Your objective :: Every record below needs to be retyped exactly as it appears.

--- Extracted information ---

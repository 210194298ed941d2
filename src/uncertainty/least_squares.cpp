#include "ringwright/least_squares.hpp"

#include <Eigen/QR>
#include <cassert>
#include <cmath>
#include <limits>
#include <unsupported/Eigen/LevenbergMarquardt>

namespace ringwright {
namespace {

using Eigen::Index;
using Eigen::MatrixXd;
using Eigen::VectorXd;
namespace status = Eigen::LevenbergMarquardtSpace;

/// The problem in the form that Eigen's module calls.
class Residuals : public Eigen::DenseFunctor<double> {
  public:
    Residuals(const LeastSquaresProblem& problem, Index parameters)
        : DenseFunctor(static_cast<int>(parameters), static_cast<int>(problem.residual_count)),
          problem_(problem) {}

    int operator()(const VectorXd& parameters, VectorXd& residuals) const {
        problem_.residuals(parameters, residuals);
        return 0;
    }
    int df(const VectorXd& parameters, MatrixXd& jacobian) const {
        problem_.jacobian(parameters, jacobian);
        return 0;
    }

  private:
    const LeastSquaresProblem& problem_;
};

VectorXd residuals_at(const LeastSquaresProblem& problem, const VectorXd& parameters) {
    VectorXd residuals(problem.residual_count);
    problem.residuals(parameters, residuals);
    return residuals;
}

MatrixXd jacobian_at(const LeastSquaresProblem& problem, const VectorXd& parameters) {
    MatrixXd jacobian(problem.residual_count, parameters.size());
    problem.jacobian(parameters, jacobian);
    return jacobian;
}

std::string why_not_minimised(status::Status outcome) {
    switch (outcome) {
        case status::TooManyFunctionEvaluation:
            return "The search for the best fit ran out of evaluations.";
        case status::ImproperInputParameters:
            return "There are fewer data than parameters.";
        case status::UserAsked:
        case status::NotStarted:
        case status::Running:
            return "The search for the best fit was broken off.";
        default:
            return {};
    }
}

/// Sum of squares, covariance and degrees of freedom at the parameters found.
void describe_answer(const LeastSquaresProblem& problem, LeastSquaresFit& fit) {
    fit.residual_sum_of_squares = residuals_at(problem, fit.parameters).squaredNorm();
    fit.degrees_of_freedom = static_cast<double>(problem.residual_count - fit.parameters.size());
    if (fit.degrees_of_freedom < 1.0) {
        fit.reason = "There are no more data than parameters, so nothing shows how well they fit.";
        return;
    }
    const double variance = fit.residual_sum_of_squares / fit.degrees_of_freedom;
    fit.residual_standard_deviation = std::sqrt(variance);
    fit.covariance = covariance_from_jacobian(jacobian_at(problem, fit.parameters), variance);
    if (fit.covariance.rows() == 0 && fit.reason.empty())
        fit.reason = "The data do not tell the parameters of the model apart.";
}

}  // namespace

double LeastSquaresFit::standard_deviation(Index parameter) const {
    assert(parameter >= 0 && parameter < covariance.rows());
    return std::sqrt(covariance(parameter, parameter));
}

MatrixXd covariance_from_jacobian(const MatrixXd& jacobian, double variance) {
    const Index parameters = jacobian.cols();
    const VectorXd length = jacobian.colwise().stableNorm();
    if (jacobian.rows() < parameters || !length.allFinite() || (length.array() <= 0.0).any()) return {};
    const MatrixXd scaled = jacobian * length.cwiseInverse().asDiagonal();
    const Eigen::ColPivHouseholderQR<MatrixXd> qr(scaled);
    if (qr.rank() < parameters) return {};
    const MatrixXd upper = qr.matrixR().topLeftCorner(parameters, parameters);
    MatrixXd inverse = upper.triangularView<Eigen::Upper>().solve(MatrixXd::Identity(parameters, parameters));
    inverse = length.cwiseInverse().asDiagonal() * (qr.colsPermutation() * inverse);
    return variance * (inverse * inverse.transpose());
}

LeastSquaresFit fit_least_squares(const LeastSquaresProblem& problem, const VectorXd& start,
                                  const LeastSquaresOptions& options) {
    assert(problem.residuals && problem.jacobian && start.size() > 0);
    LeastSquaresFit fit;
    fit.parameters = start;
    if (problem.residual_count < start.size()) {
        fit.reason = why_not_minimised(status::ImproperInputParameters);
        return fit;
    }
    if (!start.allFinite() || !residuals_at(problem, start).allFinite() ||
        !jacobian_at(problem, start).allFinite()) {
        fit.reason = "The model has no finite value at the start of the search.";
        return fit;
    }
    Residuals functor(problem, start.size());
    Eigen::LevenbergMarquardt<Residuals> search(functor);
    search.setMaxfev(options.max_evaluations);
    search.setXtol(options.tolerance);
    search.setFtol(options.tolerance);
    search.setGtol(0.0);
    search.setFactor(options.first_step);
    fit.reason = why_not_minimised(search.minimize(fit.parameters));
    fit.iterations = static_cast<int>(search.iterations());
    describe_answer(problem, fit);
    fit.converged = fit.reason.empty();
    return fit;
}

}  // namespace ringwright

---

Exercise solution ::
repository 210194298ed941d2
filename src/uncertainty/least_squares.cpp
#include "ringwright/least_squares.hpp"

#include <Eigen/QR>
#include <cassert>
#include <cmath>
#include <limits>
#include <unsupported/Eigen/LevenbergMarquardt>

namespace ringwright {
namespace {

using Eigen::Index;
using Eigen::MatrixXd;
using Eigen::VectorXd;
namespace status = Eigen::LevenbergMarquardtSpace;

/// The problem in the form that Eigen's module calls.
class Residuals : public Eigen::DenseFunctor<double> {
  public:
    Residuals(const LeastSquaresProblem& problem, Index parameters)
        : DenseFunctor(static_cast<int>(parameters), static_cast<int>(problem.residual_count)),
          problem_(problem) {}

    int operator()(const VectorXd& parameters, VectorXd& residuals) const {
        problem_.residuals(parameters, residuals);
        return 0;
    }
    int df(const VectorXd& parameters, MatrixXd& jacobian) const {
        problem_.jacobian(parameters, jacobian);
        return 0;
    }

  private:
    const LeastSquaresProblem& problem_;
};

VectorXd residuals_at(const LeastSquaresProblem& problem, const VectorXd& parameters) {
    VectorXd residuals(problem.residual_count);
    problem.residuals(parameters, residuals);
    return residuals;
}

MatrixXd jacobian_at(const LeastSquaresProblem& problem, const VectorXd& parameters) {
    MatrixXd jacobian(problem.residual_count, parameters.size());
    problem.jacobian(parameters, jacobian);
    return jacobian;
}

std::string why_not_minimised(status::Status outcome) {
    switch (outcome) {
        case status::TooManyFunctionEvaluation:
            return "The search for the best fit ran out of evaluations.";
        case status::ImproperInputParameters:
            return "There are fewer data than parameters.";
        case status::UserAsked:
        case status::NotStarted:
        case status::Running:
            return "The search for the best fit was broken off.";
        default:
            return {};
    }
}

/// Sum of squares, covariance and degrees of freedom at the parameters found.
void describe_answer(const LeastSquaresProblem& problem, LeastSquaresFit& fit) {
    fit.residual_sum_of_squares = residuals_at(problem, fit.parameters).squaredNorm();
    fit.degrees_of_freedom = static_cast<double>(problem.residual_count - fit.parameters.size());
    if (fit.degrees_of_freedom < 1.0) {
        fit.reason = "There are no more data than parameters, so nothing shows how well they fit.";
        return;
    }
    const double variance = fit.residual_sum_of_squares / fit.degrees_of_freedom;
    fit.residual_standard_deviation = std::sqrt(variance);
    fit.covariance = covariance_from_jacobian(jacobian_at(problem, fit.parameters), variance);
    if (fit.covariance.rows() == 0 && fit.reason.empty())
        fit.reason = "The data do not tell the parameters of the model apart.";
}

}  // namespace

double LeastSquaresFit::standard_deviation(Index parameter) const {
    assert(parameter >= 0 && parameter < covariance.rows());
    return std::sqrt(covariance(parameter, parameter));
}

MatrixXd covariance_from_jacobian(const MatrixXd& jacobian, double variance) {
    const Index parameters = jacobian.cols();
    const VectorXd length = jacobian.colwise().stableNorm();
    if (jacobian.rows() < parameters || !length.allFinite() || (length.array() <= 0.0).any()) return {};
    const MatrixXd scaled = jacobian * length.cwiseInverse().asDiagonal();
    const Eigen::ColPivHouseholderQR<MatrixXd> qr(scaled);
    if (qr.rank() < parameters) return {};
    const MatrixXd upper = qr.matrixR().topLeftCorner(parameters, parameters);
    MatrixXd inverse = upper.triangularView<Eigen::Upper>().solve(MatrixXd::Identity(parameters, parameters));
    inverse = length.cwiseInverse().asDiagonal() * (qr.colsPermutation() * inverse);
    return variance * (inverse * inverse.transpose());
}

LeastSquaresFit fit_least_squares(const LeastSquaresProblem& problem, const VectorXd& start,
                                  const LeastSquaresOptions& options) {
    assert(problem.residuals && problem.jacobian && start.size() > 0);
    LeastSquaresFit fit;
    fit.parameters = start;
    if (problem.residual_count < start.size()) {
        fit.reason = why_not_minimised(status::ImproperInputParameters);
        return fit;
    }
    if (!start.allFinite() || !residuals_at(problem, start).allFinite() ||
        !jacobian_at(problem, start).allFinite()) {
        fit.reason = "The model has no finite value at the start of the search.";
        return fit;
    }
    Residuals functor(problem, start.size());
    Eigen::LevenbergMarquardt<Residuals> search(functor);
    search.setMaxfev(options.max_evaluations);
    search.setXtol(options.tolerance);
    search.setFtol(options.tolerance);
    search.setGtol(0.0);
    search.setFactor(options.first_step);
    fit.reason = why_not_minimised(search.minimize(fit.parameters));
    fit.iterations = static_cast<int>(search.iterations());
    describe_answer(problem, fit);
    fit.converged = fit.reason.empty();
    return fit;
}

}  // namespace ringwright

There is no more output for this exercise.